I think it is a reasonable question at one level. The important thing to remember, however, is that the above source is not slating the U.S. Constitution completely, but pointing out its deficiencies. To claim that there is nothing good about the Constitution would be ingratitude. It is not ingratitude, however, to point out where it falls short of biblical standards.

Reactions: Like 1 | Love 1


----------



## Ed Walsh (Apr 23, 2021)

Reformed Covenanter said:


> I think it is a reasonable question at one level. The important thing to remember, however, is that the above source is not slating the U.S. Constitution completely, but pointing out its deficiencies. To claim that there is nothing good about the Constitution would be ingratitude. It is not ingratitude, however, to point out where it falls short of biblical standards.

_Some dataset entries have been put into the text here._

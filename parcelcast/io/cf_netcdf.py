"""The one writer of NetCDF files: every file parcelcast writes is CF-1.11 through here.

What belongs here: turning a result dataset into a file other people's tools accept
(CF Conventions 1.11, checked by the IOOS compliance-checker in ``tests/test_cf_output.py``):

* global attributes ``Conventions``, ``title``, ``history`` (a dated line naming the parcelcast
  version and the command, prepended to any history the inputs had), ``source``, ``comment``
  (guidance, not an official forecast);
* times as CF-encoded numbers (``seconds since 1970-01-01 00:00:00``, ``standard`` calendar,
  float64), never int64 nanoseconds (CF 1.11 section 4.4);
* no ``_FillValue`` on coordinate variables (CF section 2.5.1); missing data values as NaN
  with ``_FillValue`` NaN; integers as 32-bit or narrower (int64 is refused by CF before 1.9);
  booleans as 0/1 bytes with ``flag_values`` (section 3.5);
* a projected grid's ``crs`` coordinate as a CF grid-mapping variable (section 5.6).

Written atomically (:func:`parcelcast.io.atomic.atomic_path`).  Trajectories get their
chapter-9 layout first (:func:`parcelcast.trajectories.output.to_cf_dsg`).
"""

from __future__ import annotations

import sys
from datetime import datetime, timezone
from pathlib import Path

import numpy as np
import xarray as xr

from parcelcast.io.atomic import atomic_path

CONVENTIONS = "CF-1.11"
TIME_UNITS = "seconds since 1970-01-01 00:00:00"
GUIDANCE = "Guidance for trained forecasters, not an official forecast or warning."


def history_line(command: list[str] | None = None) -> str:
    """``2026-03-14T06:00:00Z parcelcast 0.1.0: parcelcast advect ...`` (the CLI's arguments)."""
    from parcelcast import __version__

    words = command if command is not None else _command_line()
    stamp = datetime.now(timezone.utc).strftime("%Y-%m-%dT%H:%M:%SZ")
    return f"{stamp} parcelcast {__version__}: {' '.join(words)}"


def _command_line() -> list[str]:
    argv = list(sys.argv)
    if argv and Path(argv[0]).name in ("parcelcast", "__main__.py", "-c"):
        return ["parcelcast", *argv[1:]]
    return ["Python API"]


def prepare(ds: xr.Dataset, title: str) -> tuple[xr.Dataset, dict]:
    """A CF-clean copy of ``ds`` and the NetCDF encoding to write it with (``ds`` unchanged)."""
    from parcelcast import __version__

    out = ds.copy()
    for name in list(out.variables):
        out[name].encoding = {}
    earlier = str(ds.attrs.get("history", "")).strip()
    out.attrs = {k: _attr(v) for k, v in ds.attrs.items() if v is not None}
    out.attrs.update({
        "Conventions": CONVENTIONS,
        "title": title,
        "history": history_line() + (f"\n{earlier}" if earlier else ""),
        "source": f"parcelcast {__version__}",
        "comment": " ".join(dict.fromkeys(  # the input's comment kept, guidance added once
            c for c in (str(ds.attrs.get("comment", "")).strip(), GUIDANCE) if c)),
    })
    _grid_mapping(out)
    encoding: dict[str, dict] = {}
    for name, var in out.variables.items():
        var.attrs = {k: _attr(v) for k, v in var.attrs.items()
                     if k not in ("_FillValue", "missing_value", "units", "calendar")
                     or var.dtype.kind != "M"}
        if var.dtype.kind == "M":
            if name in out.coords:  # CF 4.4: say what the time is
                var.attrs.setdefault("standard_name", "time")
                var.attrs.setdefault("long_name", "valid time (UTC)")
            var.attrs["units_metadata"] = "leap_seconds: none"  # CF 1.11 4.4.1.2: POSIX-like time
        elif _is_temperature(var):  # CF 1.11 3.1.2: a temperature or a difference of them
            var.attrs.setdefault("units_metadata", "temperature: difference"
                                 if _is_difference(var) else "temperature: on_scale")
        encoding[name] = _encoding(name, out, var)
    return out, encoding


def write(ds: xr.Dataset, path, title: str) -> Path:
    """Write ``ds`` to ``path`` as CF-1.11 NetCDF-4, atomically; returns the path."""
    out, encoding = prepare(ds, title)
    with atomic_path(path) as tmp:
        out.to_netcdf(tmp, engine="netcdf4", encoding=encoding)
    return Path(path)


def _is_coordinate(name: str, ds: xr.Dataset) -> bool:
    return name in ds.coords


def _encoding(name: str, ds: xr.Dataset, var: xr.Variable) -> dict:
    kind = var.dtype.kind
    has_missing = kind in "fM" and bool(np.isnan(var.values.astype("float64") if kind == "f"
                                                 else np.isnat(var.values)).any())
    # CF 2.5.1: coordinate variables carry no fill value; auxiliary coordinates of a DSG file
    # (2-D time/lat/lon padded past the end of a trajectory) keep NaN as missing
    fill = None if (_is_coordinate(name, ds) and not has_missing) else np.nan
    if kind == "M":
        return {"units": TIME_UNITS, "calendar": "standard", "dtype": "float64", "_FillValue": fill}
    if kind == "f":
        enc = {"_FillValue": fill, "dtype": "float64" if var.dtype.itemsize >= 8 else "float32"}
        if var.ndim >= 2:
            enc["zlib"] = True
        return enc
    if kind == "b":
        var.attrs.setdefault("flag_values", np.array([0, 1], dtype=np.int8))
        var.attrs.setdefault("flag_meanings", "false true")
        return {"dtype": "int8", "_FillValue": None}
    if kind in "iu":
        values = var.values
        fits = values.size == 0 or (values.min() >= np.iinfo(np.int32).min
                                    and values.max() <= np.iinfo(np.int32).max)
        target = var.dtype if var.dtype.itemsize <= 4 else ("int32" if fits else "float64")
        enc = {"dtype": target}
        if "_FillValue" not in var.attrs:
            enc["_FillValue"] = None
        return enc
    return {}


def _is_temperature(var: xr.Variable) -> bool:
    units = str(var.attrs.get("units", "")).split(" ")[0]
    return units in ("K", "degC", "degF", "kelvin", "celsius") and var.dtype.kind == "f"


def _is_difference(var: xr.Variable) -> bool:
    """Rates, changes, tendencies and spreads of temperature are differences, not temperatures."""
    name = str(var.attrs.get("standard_name", "")) + " " + str(var.attrs.get("long_name", ""))
    units = str(var.attrs.get("units", ""))
    return " " in units.strip() or any(word in name for word in (
        "tendency", "change", "difference", "anomaly", "spread", "advect", "residual", "budget"))


def _attr(value):
    """Attribute values NetCDF and CF accept: bool -> int8, int64 -> int32, None dropped."""
    if isinstance(value, (bool, np.bool_)):
        return np.int8(value)
    if isinstance(value, (np.integer, int)) and not isinstance(value, bool):
        return np.int32(value) if abs(int(value)) < 2**31 else np.float64(value)
    if isinstance(value, np.ndarray) and value.dtype.kind in "iu" and value.dtype.itemsize > 4:
        return value.astype(np.int32)
    return value


def _grid_mapping(out: xr.Dataset) -> None:
    """A projected grid's ``crs`` (with ``crs_wkt``) as a CF grid-mapping variable (CF 5.6)."""
    if "crs" not in out.variables or "crs_wkt" not in out["crs"].attrs:
        return
    import pyproj

    out["crs"].attrs.update(pyproj.CRS.from_wkt(out["crs"].attrs["crs_wkt"]).to_cf())
    for name in out.data_vars:
        if {"y", "x"} <= set(out[name].dims):
            out[name].attrs["grid_mapping"] = "crs"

What I have always said about the US Constitution is that it is like two people living together out of wedlock. They may have a wonderful relationship, but they still lack a legitimate marriage license. Britain, on the other hand, while equally ungodly as the US, has such a marriage license, but do they do not live according to it. They are Covenant-breakers. But we rejected the Covenant from the beginning.

Words matter.

Edit: a good friend of mine considers the United States as the Northern Kingdom of Israel which never had a legitimate Covenant relationship from there beginning. There was not one righteous King in the north ever.

Reactions: Like 2


----------



## PuritanCovenanter (Apr 23, 2021)

I personally look at our Constitution a bit different than most people. By the time the Colonies were fed up with the issues they had with the King America was basically a despot of Hard Working irreligious persons. The King's Church was just a formality and true Christians were mostly persecuted. I gleaned a lot of that from Arnold Dallimore's 2 volume biography of Whitefield. Yes, a lot of people had some informal knowledge of the scriptures but it wasn't understood through converted eyes. The Great Awakening helped American's out of blindness of the soul and many conversions and true Churches sprung up. Many of the wealthiest were Deists and not Christians. The framers of our Constitution were mostly of that ilk.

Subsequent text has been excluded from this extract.